# Production Terminology Of WW2 Era Aircraft



## syscom3 (Feb 17, 2010)

Lets collect some info on what constitutes production model terminology and what was decided on to be a block change of WW2 era aircraft. Such as "P38L-5-LO". What did it mean? What were the major changes? And how did different countries assign model and block numbers.



PRODUCTION BLOCKS vs FIELD CHANGES

Robert A. Mann

What is a production block – besides a part of the model number? Irving B. Holley Jr., in Buying Aircraft: Materiel Procurement for the Army Air Forces, defines it as:

“The block system was nothing more than an arbitrary pattern of model identification. Thus a B-24J, after being equipped with a different type of life raft and improved sights on the waist guns, might be designated the B-24J-15 to distinguish it from the B-17J-10, the last production block without those additions”

“The series letter “J” would be changed only when there were modifications affecting major alterations in structure of the primary armament of the aircraft.”

To illustrate the need for what Holley called “.. the closest kind of production control.”, in the case of the B-29, there were 1,174 engineering changes introduced even before the first plane was accepted by the USAAF.

Some 900 of these were last minute modifications growing out of flight testing and training aircraft flights

The five digit jump in block numbers, assigned at the factory, was built into the system to accommodate field modifications not ‘large’ enough to merit a new block number for changes to all planes not incorporated at the factory . Thus a field relocation of antenna attachment points and the installation of a new antenna location is certainly a change of form, fit or function to the –15 production block described above, and so would be described as block –16. The author has seen photographs of B-29’s at an overseas base with the model painted in the Technical Data Block as B-29-16-BW, thus indicating some change(s) had been made to the plane beyond the –15 level.

But let us consider the situation with the early B-29’s sent to the CBI. Two situations for which the author has never seen an explanation are evident: (1) to what block number were the modifications done in the “Battle of Kansas” assigned; and (b) how, and to what block number(s), were the field modifications done in the CBI assigned.?

An aspect not given not widely considered is the relationship of individual aircraft model designation, and in particular the block number, to the activities of the Logistics Command in regards of the delivery of replacement parts.

Let’s examine a hypothetical situation within the fifty airplanes of the B-29-5-BW production block. Field modifications are done to the cowl flaps for improved cooling by the installation of locally manufactured shortened cowl flaps. Ditto the field installation of relocated antenna mounts. Thirdly there was the installation of new locally designed doors for the camera hatch.

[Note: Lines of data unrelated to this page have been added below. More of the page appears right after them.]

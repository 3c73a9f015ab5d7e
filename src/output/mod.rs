//! Tables, files and pictures for the person at the site.
//!
//! Takes the plain results of [`crate::outcome`] and nothing else; gives text for the terminal, CSV, Touchstone, SVG and PNG.
//! Computes no physics: what is not in an outcome is not shown. Every file is written whole or not at all.
//! Neighbours: [`crate::study`] fills the outcomes, [`crate::cli`] decides what is written where.

pub mod csv;
pub mod cut_text;
pub mod pictures;
pub mod place_text;
pub mod table;
pub mod touchstone;
pub mod vary;

mod bands;
mod cautions;
mod csv_studies;
mod figures;
mod lengths_text;
mod whole;
mod worst;

#[cfg(test)]
pub(crate) mod sample;
#[cfg(test)]
pub(crate) mod sample_studies;

use crate::outcome::place::LimitsOutcome;
use std::io::Write;
use std::path::{Path, PathBuf};

/// Units of length in what a person reads. Files and JSON are always in metres.
#[derive(Debug, Clone, Copy, PartialEq, Eq, Default)]
pub enum Units {
    /// Metres.
    #[default]
    Metres,
    /// Feet, decimal.
    Feet,
}

/// What results are measured against, known from the station but not part of its results.
#[derive(Debug, Clone, Copy, PartialEq)]
pub struct References {
    /// Reference of the standing-wave ratio, ohm.
    pub radio_impedance_ohm: f64,
    /// Impedance ratio of the transformer, antenna side over radio side; `None` without one.
    pub impedance_ratio: Option<f64>,
    /// Limits to mark in tables and pictures, where there are any.
    pub limits: Option<LimitsOutcome>,
}

impl Default for References {
    fn default() -> Self {
        Self { radio_impedance_ohm: 50.0, impedance_ratio: None, limits: None }
    }
}

/// Why something could not be written.
#[derive(Debug, thiserror::Error)]
pub enum OutputError {
    /// The disk refused.
    #[error("cannot write {}: {source}; check that the folder exists, that you may write there and that the disk is not full", path.display())]
    File {
        /// What was to be written.
        path: PathBuf,
        /// The reason.
        source: std::io::Error,
    },
    /// A stream refused.
    #[error("cannot write the result: {0}")]
    Stream(#[from] std::io::Error),
    /// A row could not be written.
    #[error("cannot write the table: {0}")]
    Rows(#[from] ::csv::Error),
    /// The picture could not be drawn.
    #[error("cannot draw {what}: {reason}")]
    Picture {
        /// Which picture.
        what: String,
        /// The reason.
        reason: String,
    },
    /// There is nothing to draw or write.
    #[error("{what} needs {needs}, and this result has none")]
    Nothing {
        /// Which picture or file.
        what: String,
        /// What is missing.
        needs: String,
    },
    /// Two parts of a result do not fit each other.
    #[error("{what}: {reason}")]
    Misfit {
        /// Which array.
        what: String,
        /// The reason.
        reason: String,
    },
}

/// Writes a file whole or not at all: `fill` gets a temporary file of the same folder, which takes the file's place at the end.
///
/// # Errors
/// What `fill` returns, or [`OutputError::File`] when the folder or the disk refuses.
pub fn whole_file(
    path: &Path,
    fill: impl FnOnce(&mut dyn Write) -> Result<(), OutputError>,
) -> Result<(), OutputError> {
    whole::write_with(path, |file| fill(file))
}

/// Removes files that are being written. Only for a process that ends right after: nothing can be written any more.
pub fn remove_unfinished() {
    whole::remove_unfinished();
}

Were drawings made of fabrication and installation of these modifications? Were new block numbers assigned? By who? Were drawings entered into the Logistics pipeline? Again, hypothetically, depending on the timing of the changes, these could be block numbers –6, -7 and –8. What happens if two more dash numbers to the –5 block were developed. That would be –9 and ?????

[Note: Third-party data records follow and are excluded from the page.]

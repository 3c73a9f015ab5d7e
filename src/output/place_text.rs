//! What `place` says: the verdict, the pick with its window, the runner-up, every band with and without, where to clamp a meter.

use super::bands::{self, Group};
use super::{Units, cautions, figures, lengths_text};
use crate::outcome::place::{OverFrequency, OverPlace, PlaceOutcome, PlacePick, PlaceVerdict, WorstCase};
use comfy_table::{Cell, CellAlignment, ContentArrangement, Table, TableComponent, presets};

/// Share of the power from which heat in a choke is called large.
const LARGE_SHARE: f64 = 0.05;

/// The whole text of a placement study.
#[must_use]
pub fn verdict(place: &PlaceOutcome, units: Units) -> String {
    let mut text = heading(place);
    text.push_str(&format!("\n{}\n", answer(place, units)));
    if let Some(pick) = place.picks.first() {
        text.push_str(&details(place, pick, units));
        text.push_str(&format!("\n{}\n", table(place, pick)));
    }
    if let Some(second) = place.picks.get(1) {
        text.push_str(&format!("\nRunner-up: {}\n{}", choice(second, units), details(place, second, units)));
    }
    text.push_str(&clamp(place, units));
    if let Some(joint) = &place.lengths {
        text.push_str(&lengths_text::paragraphs(joint, units));
    }
    let of_lengths = place.lengths.iter().flat_map(|joint| &joint.warnings);
    text.push_str(&warnings(&place.warnings.iter().chain(of_lengths).cloned().collect::<Vec<_>>()));
    text.push('\n');
    text.push_str(&cautions::paragraph(&[cautions::CHOKE]));
    text
}

fn heading(place: &PlaceOutcome) -> String {
    let variants = place.variants.join(", ");
    format!(
        "{}\n{} chokes at {} places on {} frequencies; variants: {variants}; {} into the line\nlimits: {} into the shack, SWR {}\n",
        place.station,
        place.chokes.len(),
        place.places_m.len(),
        place.frequencies_hz.len(),
        figures::watts(place.power_w),
        figures::round(&figures::amperes(place.limits.entry_current_a)),
        figures::swr(place.limits.swr),
    )
}

fn answer(place: &PlaceOutcome, units: Units) -> String {
    let first = place.picks.first().map(|p| choice(p, units));
    match (place.verdict, first) {
        (PlaceVerdict::NoneNeeded, _) => format!("No choke is needed: {}.", sentence(&place.why)),
        (PlaceVerdict::Place, Some(first)) => format!("Put {first}: {}.", sentence(&place.why)),
        (PlaceVerdict::Place, None) => format!("{}.", sentence(&place.why)),
        (PlaceVerdict::NoPlace, Some(first)) => {
            format!("No place meets the limits: {}.\nThe least bad is {first}.", sentence(&place.why))
        }
        (PlaceVerdict::NoPlace, None) => format!("No place meets the limits: {}.", sentence(&place.why)),
    }
}

/// A reason without its full stop.
fn sentence(text: &str) -> &str {
    text.trim().trim_end_matches('.')
}

fn choice(pick: &PlacePick, units: Units) -> String {
    let [from, to] = pick.window_m;
    format!(
        "choke \"{}\" at {} from the feed point (anywhere from {} {})",
        pick.choke,
        figures::distance(pick.at_m, units),
        figures::distances(from, to, units),
        holds(&pick.worst)
    )
}

/// How a choice stands: how near its worst is to a limit, or how far beyond.
pub(super) fn worst_line(worst: &WorstCase) -> String {
    let how = if worst.value > worst.limit { "furthest beyond a limit" } else { "nearest to a limit" };
    format!("{how}: {}", worst_words(worst))
}

/// "holds", or, where its worst is beyond a limit, "is about as good".
pub(super) fn holds(worst: &WorstCase) -> &'static str {
    if worst.value > worst.limit { "is about as good" } else { "holds" }
}

/// "current into the shack 82 mA of 100 mA at 7 MHz, wet".
pub(super) fn worst_words(worst: &WorstCase) -> String {
    let [value, limit] = [worst.value, worst.limit].map(|v| figures::round(&figures::quantity(&worst.quantity, v)));
    let name = figures::quantity_name(&worst.quantity);
    format!("{name} {value} of {limit} at {} MHz, {}", figures::megahertz(worst.frequency_hz), worst.variant)
}

/// Warnings of an outcome as a paragraph.
pub(super) fn warnings(warnings: &[crate::layout::Warning]) -> String {
    if warnings.is_empty() {
        return String::new();
    }
    let lines: Vec<String> = warnings.iter().map(|w| format!("  - {}: {}\n", w.about, w.message)).collect();
    format!("\nWarnings\n{}", lines.concat())
}

/// Indices of a pick in the arrays.
fn indices(place: &PlaceOutcome, pick: &PlacePick) -> Option<(usize, usize)> {
    let choke = place.chokes.iter().position(|c| c.name == pick.choke)?;
    let away = |p: &f64| (p - pick.at_m).abs();
    let nearest = place.places_m.iter().enumerate().min_by(|a, b| away(a.1).total_cmp(&away(b.1)))?;
    Some((choke, nearest.0))
}

/// The largest value at a pick with the variant and the frequency it belongs to.
fn largest(place: &PlaceOutcome, values: &OverPlace<f64>, pick: &PlacePick) -> Option<(f64, usize, usize)> {
    let (choke, at) = indices(place, pick)?;
    let mut found: Option<(f64, usize, usize)> = None;
    for (variant, chokes) in values.iter().enumerate() {
        for (frequency, places) in chokes.get(choke)?.iter().enumerate() {
            let value = *places.get(at)?;
            if found.is_none_or(|(most, _, _)| value > most) {
                found = Some((value, variant, frequency));
            }
        }
    }
    found
}

fn case(place: &PlaceOutcome, variant: usize, frequency: usize) -> String {
    let hz = place.frequencies_hz.get(frequency).copied().unwrap_or(f64::NAN);
    let name = place.variants.get(variant).map_or("", String::as_str);
    format!("{} MHz, {name}", figures::megahertz(hz))
}

fn details(place: &PlaceOutcome, pick: &PlacePick, units: Units) -> String {
    let mut lines = vec![format!("  why: {}", pick.why), format!("  {}", worst_line(&pick.worst))];
    if let Some((watts, variant, frequency)) = largest(place, &place.choke_w, pick) {
        let share = watts / place.power_w;
        let large =
            if share >= LARGE_SHARE { ": a large share of the power, and the choke must get rid of it" } else { "" };
        let (watts, share) = (figures::watts(watts), figures::percent(share));
        lines.push(format!("  heat in it: up to {watts} ({share}) at {}{large}", case(place, variant, frequency)));
    }
    let volts = largest(place, &place.choke_v, pick).map(|v| figures::volts_rms_peak(v.0));
    let amperes = largest(place, &place.choke_a, pick).map(|v| figures::amperes_rms_peak(v.0));
    if let (Some(volts), Some(amperes)) = (volts, amperes) {
        lines.push(format!("  it must stand: {volts} across it, {amperes} through it (RMS / peak)"));
    }
    if place.entry_at_m < pick.at_m {
        let entry = figures::distance(place.entry_at_m, units);
        lines.push(format!("  note: the entry is at {entry}, so this place is inside the shack"));
    }
    lines.push(String::new());
    lines.join("\n")
}

/// Largest over a band, for one variant or for all.
fn band_worst(
    group: &Group,
    variants: std::ops::Range<usize>,
    value: impl Fn(usize, usize) -> Option<f64>,
) -> Option<f64> {
    let cases = variants.flat_map(|v| group.members.iter().map(move |f| (v, *f)));
    cases.filter_map(|(v, f)| value(v, f)).reduce(f64::max)
}

/// Every band: without a choke, and with the pick nominal and worst.
fn table(place: &PlaceOutcome, pick: &PlacePick) -> String {
    let Some((choke, at)) = indices(place, pick) else {
        return String::new();
    };
    let with = |values: &OverPlace<f64>, v: usize, f: usize| values.get(v)?.get(choke)?.get(f)?.get(at).copied();
    let maybe = |values: &OverPlace<Option<f64>>, v: usize, f: usize| *values.get(v)?.get(choke)?.get(f)?.get(at)?;
    let bare = |values: &OverFrequency<f64>, v: usize, f: usize| values.get(v)?.get(f).copied();
    let all = 0..place.variants.len();
    let said = |value: Option<f64>, say: fn(f64) -> String| value.map_or(figures::MISSING.to_string(), say);
    let mut table = Table::new();
    table.load_preset(presets::NOTHING).set_content_arrangement(ContentArrangement::Disabled);
    table.set_style(TableComponent::HeaderLines, '─').set_style(TableComponent::MiddleHeaderIntersections, '─');
    let heads = [
        "",
        "no choke\ninto shack",
        "with it, nominal\ninto shack",
        "with it, worst\ninto shack",
        "\nlast metre",
        "\nat the radio",
        "\nSWR",
        "\nheat",
    ];
    table.set_header(heads.map(|h| Cell::new(h).set_alignment(CellAlignment::Right)));
    for group in bands::of_axes(&place.frequencies_hz, &place.bands) {
        let worst = |values: &OverPlace<f64>| band_worst(&group, all.clone(), |v, f| with(values, v, f));
        let over = |value: Option<f64>, limit: f64| if value.is_some_and(|v| v > limit) { " !" } else { "" };
        let without = band_worst(&group, all.clone(), |v, f| bare(&place.without.entry_current_a, v, f));
        let nominal = band_worst(&group, 0..1, |v, f| with(&place.entry_current_a, v, f));
        let (current, swr) = (worst(&place.entry_current_a), worst(&place.swr));
        let volts = band_worst(&group, all.clone(), |v, f| maybe(&place.end_voltage_v, v, f));
        let mark = |value: Option<f64>| over(value, place.limits.entry_current_a);
        let cells = [
            group.name.clone(),
            said(without, figures::amperes) + mark(without),
            said(nominal, figures::amperes) + mark(nominal),
            said(current, figures::amperes) + mark(current),
            said(worst(&place.last_metre_current_a), figures::amperes),
            said(volts, figures::volts),
            said(swr, figures::swr) + over(swr, place.limits.swr),
            said(worst(&place.choke_w), figures::watts),
        ];
        table.add_row(cells.map(|c| Cell::new(c).set_alignment(CellAlignment::Right)));
    }
    let lines: Vec<String> = table.to_string().lines().map(|line| line.trim_end().to_string()).collect();
    format!(
        "{}\nRMS; largest of each band; all but the third column worst of the variants; ! is beyond its limit.",
        lines.join("\n")
    )
}

fn clamp(place: &PlaceOutcome, units: Units) -> String {
    if place.clamp.is_empty() {
        return String::new();
    }
    let mut text = String::from("\nTo verify, clamp a current meter around the coax\n");
    for clamp in &place.clamp {
        let [low, high] = clamp.range_a.map(figures::amperes);
        text.push_str(&format!(
            "  {} MHz: at {}, expect {} ({low} to {high} over the variants)\n",
            figures::megahertz(clamp.frequency_hz),
            figures::distance(clamp.at_m, units),
            figures::amperes(clamp.current_a),
        ));
    }
    text
}

#[cfg(test)]
mod tests {
    use super::*;
    use crate::output::sample_studies;

    #[test]
    fn the_verdict_names_choke_place_window_heat_and_where_to_measure() {
        let place = sample_studies::place();
        let text = verdict(&place, Units::Metres);
        if std::env::var_os("BRAIDWISE_PICTURES").is_some() {
            println!("{text}");
        }
        for said in [
            "Put choke \"5 kohm\" at 5.70 m from the feed point (anywhere from 5.40 to 6.10 m holds)",
            "current into the shack 82 mA of 100 mA at 7 MHz, wet",
            "a large share of the power",
            "Runner-up: choke \"2 kohm\"",
            "clamp a current meter",
            "A choke never replaces a bond",
            "Local electrical codes",
        ] {
            assert!(text.contains(said), "{said} is missing in\n{text}");
        }
        assert!(verdict(&place, Units::Feet).contains("at 18.7 ft"));
        let text = verdict(&sample_studies::joint(), Units::Metres);
        assert!(text.contains("Take 11.40 m of coax") && text.contains("the range begins at 9 m"), "{text}");
    }

    #[test]
    fn none_needed_and_no_place_say_so_first() {
        let mut place = sample_studies::place();
        place.verdict = PlaceVerdict::NoneNeeded;
        place.why = "the entry carries 4 mA at most.".into();
        assert!(verdict(&place, Units::Metres).contains("No choke is needed: the entry carries 4 mA at most.\n"));
        place.verdict = PlaceVerdict::NoPlace;
        assert!(verdict(&place, Units::Metres).contains("The least bad is choke"));
        place.picks.clear();
        assert!(!verdict(&place, Units::Metres).contains("least bad"));
    }

    #[test]
    fn the_heat_is_the_largest_at_the_pick_over_everything() {
        let place = sample_studies::place();
        let pick = &place.picks[0];
        let at = 285;
        assert!((place.places_m[at] - pick.at_m).abs() < 1e-9);
        let most = place.choke_w.iter().flat_map(|v| v[2].iter().map(|f| f[at])).fold(0.0, f64::max);
        assert_eq!(largest(&place, &place.choke_w, pick).map(|l| l.0), Some(most));
    }
}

With time to incorporate changes in the production line, said changes can be incorporated in “five digit “ block numbers. There is no upper limit. The B-24J’s produced at the San Diego Convair plant go up to B - 24J - 210 – CO. But a high number of field modifications with the ‘interior’ block numbers


----------



## FLYBOYJ (Feb 17, 2010)

Very Cool Sys - thanks for posting...

Along with this there is usually a document that will list production serial numbers to the changes or mods done along the assembly line. Lockheed used simple 4 digit numbers usually found on the nose of the aircraft. If you were to go to this document it would tell you that (for example) P-38J-5-LO 5273 should have changes 1 - 50 incorporated in a "Production Line Change Document." Production planners will usually issue these changes at a predetermined aircraft number and usually the inspectors will follow up to ensure the line change was followed through. When there is a substantial change to the basic design, the manufacturer and customer will determine whether the letter designator will bump up as well (going from a P-38A to P-38B for example. The article Sys posted goes on to explain further codex's...


----------



## syscom3 (Feb 17, 2010)

Was this common for all the US aircraft assembly plants? Or did different manufacturers have different ways of determining block and line modification criteria?

Any difference between AAF and USN?

Flyboy ..... if an AC was field modified from one block up to another block, did the local command have authority to remove the builders plate and update it?


----------



## FLYBOYJ (Feb 18, 2010)

syscom3 said:


> Was this common for all the US aircraft assembly plants? Or did different manufacturers have different ways of determining block and line modification criteria?
> 
> Any difference between AAF and USN?
> 
> Flyboy ..... if an AC was field modified from one block up to another block, did the local command have authority to remove the builders plate and update it?



As far as I know each manufacturer had a little different system. If I remember right Boeing had a system called "blue lines" and "green lines," all production line modification paperwork was placed on a board and when completed taken down and then placed in a big book.

As far as removing data plates - I don't believe that authority was ever given, however mod status was definitely put in the aircraft logbooks.


----------